• WHAT THE TASK ASKS
What is needed here is every entry, retyped exactly.

[Extracted records]
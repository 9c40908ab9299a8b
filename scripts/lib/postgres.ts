// The project-local PostgreSQL cluster: installed from Debian's packages when missing, kept in .data/pg (or, when
// the postgres user cannot reach the project folder, in /var/lib/slotwright/<folder hash>), listening on 127.0.0.1
// only, with its socket in a folder of ours. As root, every server command runs as the postgres user, which
// PostgreSQL requires.
import { createHash } from 'node:crypto';
import { existsSync, mkdirSync, readdirSync, chmodSync, chownSync } from 'node:fs';
import { dirname, join, resolve } from 'node:path';
import { fileURLToPath } from 'node:url';
import pg from 'pg';
import { aptInstall, capture, isRoot, logged, logPath } from './run.ts';

export const projectRoot = resolve(dirname(fileURLToPath(import.meta.url)), '../..');
export const appUser = 'slotwright';

export interface Cluster {
  bin: string;
  base: string;
  data: string;
  socketDir: string;
  logFile: string;
  port: number;
}

function findBin(): string | null {
  const root = '/usr/lib/postgresql';
  if (existsSync(root)) {
    const versions = readdirSync(root)
      .filter((v) => existsSync(join(root, v, 'bin', 'initdb')))
      .sort((a, b) => Number(b) - Number(a));
    if (versions[0]) return join(root, versions[0], 'bin');
  }
  const cfg = capture('pg_config', ['--bindir']);
  if (cfg.ok && existsSync(join(cfg.out, 'initdb'))) return cfg.out;
  return null;
}

function postgresIds(): { uid: number; gid: number } {
  const uid = Number(capture('id', ['-u', 'postgres']).out);
  const gid = Number(capture('id', ['-g', 'postgres']).out);
  if (!Number.isInteger(uid) || !Number.isInteger(gid)) throw new Error('the postgres system user is missing');
  return { uid, gid };
}

/** A PostgreSQL server program's command line, as the postgres user when we are root. */
function serverCommand(cmd: string, args: string[]): [string, string[]] {
  return isRoot() ? ['runuser', ['-u', 'postgres', '--', cmd, ...args]] : [cmd, args];
}

/** Runs a server program; its output goes to .data/logs/postgres.log (the server's own log is `logFile`). */
function asServerUser(cmd: string, args: string[]): void {
  logged('postgres', ...serverCommand(cmd, args), { cwd: '/' });
}

function serverUserCanReach(dir: string): boolean {
  if (!isRoot()) return true;
  return capture('runuser', ['-u', 'postgres', '--', 'test', '-x', dir], { cwd: '/' }).ok;
}

function chooseBase(): string {
  if (process.env.SLOTWRIGHT_PGBASE) return resolve(process.env.SLOTWRIGHT_PGBASE);
  const local = join(projectRoot, '.data');
  mkdirSync(local, { recursive: true });
  if (isRoot()) chmodSync(local, 0o755);
  if (serverUserCanReach(local)) return local;
  // A clone under a root-only folder (e.g. /root) is out of the postgres user's reach: keep the cluster elsewhere,
  // one folder per clone so that two clones never share a cluster.
  const hash = createHash('sha256').update(projectRoot).digest('hex').slice(0, 12);
  const outside = join('/var/lib/slotwright', hash);
  mkdirSync(outside, { recursive: true, mode: 0o755 });
  chmodSync('/var/lib/slotwright', 0o755);
  return outside;
}

export function clusterPaths(): Cluster {
  const bin = findBin() ?? '';
  const base = chooseBase();
  return {
    bin,
    base,
    data: join(base, 'pg'),
    socketDir: join(base, 'pg-socket'),
    logFile: join(base, 'pg-socket', 'server.log'),
    port: Number(process.env.PGPORT ?? 55432),
  };
}

export function ensurePostgresInstalled(): string {
  let bin = findBin();
  if (!bin) {
    aptInstall(['postgresql']);
    bin = findBin();
  }
  if (!bin) throw new Error('PostgreSQL server programs not found after installing the postgresql package');
  return bin;
}

function ownedFolder(dir: string, mode: number): void {
  mkdirSync(dir, { recursive: true });
  chmodSync(dir, mode);
  if (isRoot()) {
    const { uid, gid } = postgresIds();
    chownSync(dir, uid, gid);
  }
}

export function isRunning(c: Cluster): boolean {
  if (!existsSync(join(c.data, 'PG_VERSION'))) return false;
  return capture(...serverCommand(join(c.bin, 'pg_ctl'), ['-D', c.data, 'status']), { cwd: '/' }).ok;
}

/** Creates the cluster if needed and starts it; returns whether this call started it. */
export function startCluster(): { cluster: Cluster; started: boolean } {
  const bin = ensurePostgresInstalled();
  const c = { ...clusterPaths(), bin };
  ownedFolder(c.socketDir, 0o755);
  if (!existsSync(join(c.data, 'PG_VERSION'))) {
    ownedFolder(c.data, 0o700);
    console.log(`Creating the local PostgreSQL cluster in ${c.data}`);
    asServerUser(join(bin, 'initdb'), ['-D', c.data, '-U', 'postgres', '-A', 'trust', '-E', 'UTF8', '--no-locale']);
  }
  if (isRunning(c)) return { cluster: c, started: false };
  const opts = `-p ${c.port} -k ${c.socketDir} -c listen_addresses=127.0.0.1`;
  asServerUser(join(bin, 'pg_ctl'), ['-D', c.data, '-l', c.logFile, '-o', opts, '-w', '-t', '60', 'start']);
  console.log(`Started the local PostgreSQL cluster on 127.0.0.1:${c.port} (set-up output in ${logPath('postgres')})`);
  return { cluster: c, started: true };
}

export function stopCluster(c: Cluster = { ...clusterPaths(), bin: findBin() ?? '' }): void {
  if (!c.bin || !isRunning(c)) {
    console.log('The local PostgreSQL cluster is not running.');
    return;
  }
  asServerUser(join(c.bin, 'pg_ctl'), ['-D', c.data, '-m', 'fast', '-w', 'stop']);
  console.log('Stopped the local PostgreSQL cluster.');
}

export function databaseUrl(c: Cluster, database: string): string {
  return `postgres://${appUser}@127.0.0.1:${c.port}/${database}`;
}

async function withAdmin<T>(c: Cluster, fn: (client: pg.Client) => Promise<T>): Promise<T> {
  const client = new pg.Client({ host: '127.0.0.1', port: c.port, user: 'postgres', database: 'postgres' });
  await client.connect();
  try {
    return await fn(client);
  } finally {
    await client.end();
  }
}

/** Makes sure the application role and database exist; `fresh` drops and recreates the database. */
export async function ensureDatabase(c: Cluster, database: string, fresh = false): Promise<string> {
  if (!/^[a-z_][a-z0-9_]*$/.test(database)) throw new Error(`bad database name "${database}"`);
  await withAdmin(c, async (db) => {
    const role = await db.query('SELECT 1 FROM pg_roles WHERE rolname = $1', [appUser]);
    if (role.rowCount === 0) await db.query(`CREATE ROLE ${appUser} LOGIN CREATEDB`);
    if (fresh) await db.query(`DROP DATABASE IF EXISTS ${database} WITH (FORCE)`);
    const found = await db.query('SELECT 1 FROM pg_database WHERE datname = $1', [database]);
    if (found.rowCount === 0) await db.query(`CREATE DATABASE ${database} OWNER ${appUser}`);
  });
  return databaseUrl(c, database);
}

• TASK RESULT
repository 9c40908ab9299a8b
filename scripts/lib/postgres.ts
// The project-local PostgreSQL cluster: installed from Debian's packages when missing, kept in .data/pg (or, when
// the postgres user cannot reach the project folder, in /var/lib/slotwright/<folder hash>), listening on 127.0.0.1
// only, with its socket in a folder of ours. As root, every server command runs as the postgres user, which
// PostgreSQL requires.
import { createHash } from 'node:crypto';
import { existsSync, mkdirSync, readdirSync, chmodSync, chownSync } from 'node:fs';
import { dirname, join, resolve } from 'node:path';
import { fileURLToPath } from 'node:url';
import pg from 'pg';
import { aptInstall, capture, isRoot, logged, logPath } from './run.ts';

export const projectRoot = resolve(dirname(fileURLToPath(import.meta.url)), '../..');
export const appUser = 'slotwright';

export interface Cluster {
  bin: string;
  base: string;
  data: string;
  socketDir: string;
  logFile: string;
  port: number;
}

function findBin(): string | null {
  const root = '/usr/lib/postgresql';
  if (existsSync(root)) {
    const versions = readdirSync(root)
      .filter((v) => existsSync(join(root, v, 'bin', 'initdb')))
      .sort((a, b) => Number(b) - Number(a));
    if (versions[0]) return join(root, versions[0], 'bin');
  }
  const cfg = capture('pg_config', ['--bindir']);
  if (cfg.ok && existsSync(join(cfg.out, 'initdb'))) return cfg.out;
  return null;
}

function postgresIds(): { uid: number; gid: number } {
  const uid = Number(capture('id', ['-u', 'postgres']).out);
  const gid = Number(capture('id', ['-g', 'postgres']).out);
  if (!Number.isInteger(uid) || !Number.isInteger(gid)) throw new Error('the postgres system user is missing');
  return { uid, gid };
}

/** A PostgreSQL server program's command line, as the postgres user when we are root. */
function serverCommand(cmd: string, args: string[]): [string, string[]] {
  return isRoot() ? ['runuser', ['-u', 'postgres', '--', cmd, ...args]] : [cmd, args];
}

/** Runs a server program; its output goes to .data/logs/postgres.log (the server's own log is `logFile`). */
function asServerUser(cmd: string, args: string[]): void {
  logged('postgres', ...serverCommand(cmd, args), { cwd: '/' });
}

function serverUserCanReach(dir: string): boolean {
  if (!isRoot()) return true;
  return capture('runuser', ['-u', 'postgres', '--', 'test', '-x', dir], { cwd: '/' }).ok;
}

function chooseBase(): string {
  if (process.env.SLOTWRIGHT_PGBASE) return resolve(process.env.SLOTWRIGHT_PGBASE);
  const local = join(projectRoot, '.data');
  mkdirSync(local, { recursive: true });
  if (isRoot()) chmodSync(local, 0o755);
  if (serverUserCanReach(local)) return local;
  // A clone under a root-only folder (e.g. /root) is out of the postgres user's reach: keep the cluster elsewhere,
  // one folder per clone so that two clones never share a cluster.
  const hash = createHash('sha256').update(projectRoot).digest('hex').slice(0, 12);
  const outside = join('/var/lib/slotwright', hash);
  mkdirSync(outside, { recursive: true, mode: 0o755 });
  chmodSync('/var/lib/slotwright', 0o755);
  return outside;
}

export function clusterPaths(): Cluster {
  const bin = findBin() ?? '';
  const base = chooseBase();
  return {
    bin,
    base,
    data: join(base, 'pg'),
    socketDir: join(base, 'pg-socket'),
    logFile: join(base, 'pg-socket', 'server.log'),
    port: Number(process.env.PGPORT ?? 55432),
  };
}

export function ensurePostgresInstalled(): string {
  let bin = findBin();
  if (!bin) {
    aptInstall(['postgresql']);
    bin = findBin();
  }
  if (!bin) throw new Error('PostgreSQL server programs not found after installing the postgresql package');
  return bin;
}

function ownedFolder(dir: string, mode: number): void {
  mkdirSync(dir, { recursive: true });
  chmodSync(dir, mode);
  if (isRoot()) {
    const { uid, gid } = postgresIds();
    chownSync(dir, uid, gid);
  }
}

export function isRunning(c: Cluster): boolean {
  if (!existsSync(join(c.data, 'PG_VERSION'))) return false;
  return capture(...serverCommand(join(c.bin, 'pg_ctl'), ['-D', c.data, 'status']), { cwd: '/' }).ok;
}

/** Creates the cluster if needed and starts it; returns whether this call started it. */
export function startCluster(): { cluster: Cluster; started: boolean } {
  const bin = ensurePostgresInstalled();
  const c = { ...clusterPaths(), bin };
  ownedFolder(c.socketDir, 0o755);
  if (!existsSync(join(c.data, 'PG_VERSION'))) {
    ownedFolder(c.data, 0o700);
    console.log(`Creating the local PostgreSQL cluster in ${c.data}`);
    asServerUser(join(bin, 'initdb'), ['-D', c.data, '-U', 'postgres', '-A', 'trust', '-E', 'UTF8', '--no-locale']);
  }
  if (isRunning(c)) return { cluster: c, started: false };
  const opts = `-p ${c.port} -k ${c.socketDir} -c listen_addresses=127.0.0.1`;
  asServerUser(join(bin, 'pg_ctl'), ['-D', c.data, '-l', c.logFile, '-o', opts, '-w', '-t', '60', 'start']);
  console.log(`Started the local PostgreSQL cluster on 127.0.0.1:${c.port} (set-up output in ${logPath('postgres')})`);
  return { cluster: c, started: true };
}

export function stopCluster(c: Cluster = { ...clusterPaths(), bin: findBin() ?? '' }): void {
  if (!c.bin || !isRunning(c)) {
    console.log('The local PostgreSQL cluster is not running.');
    return;
  }
  asServerUser(join(c.bin, 'pg_ctl'), ['-D', c.data, '-m', 'fast', '-w', 'stop']);
  console.log('Stopped the local PostgreSQL cluster.');
}

export function databaseUrl(c: Cluster, database: string): string {
  return `postgres://${appUser}@127.0.0.1:${c.port}/${database}`;
}

async function withAdmin<T>(c: Cluster, fn: (client: pg.Client) => Promise<T>): Promise<T> {
  const client = new pg.Client({ host: '127.0.0.1', port: c.port, user: 'postgres', database: 'postgres' });
  await client.connect();
  try {
    return await fn(client);
  } finally {
    await client.end();
  }
}

/** Makes sure the application role and database exist; `fresh` drops and recreates the database. */
export async function ensureDatabase(c: Cluster, database: string, fresh = false): Promise<string> {
  if (!/^[a-z_][a-z0-9_]*$/.test(database)) throw new Error(`bad database name "${database}"`);
  await withAdmin(c, async (db) => {
    const role = await db.query('SELECT 1 FROM pg_roles WHERE rolname = $1', [appUser]);
    if (role.rowCount === 0) await db.query(`CREATE ROLE ${appUser} LOGIN CREATEDB`);
    if (fresh) await db.query(`DROP DATABASE IF EXISTS ${database} WITH (FORCE)`);
    const found = await db.query('SELECT 1 FROM pg_database WHERE datname = $1', [database]);
    if (found.rowCount === 0) await db.query(`CREATE DATABASE ${database} OWNER ${appUser}`);
  });
  return databaseUrl(c, database);
}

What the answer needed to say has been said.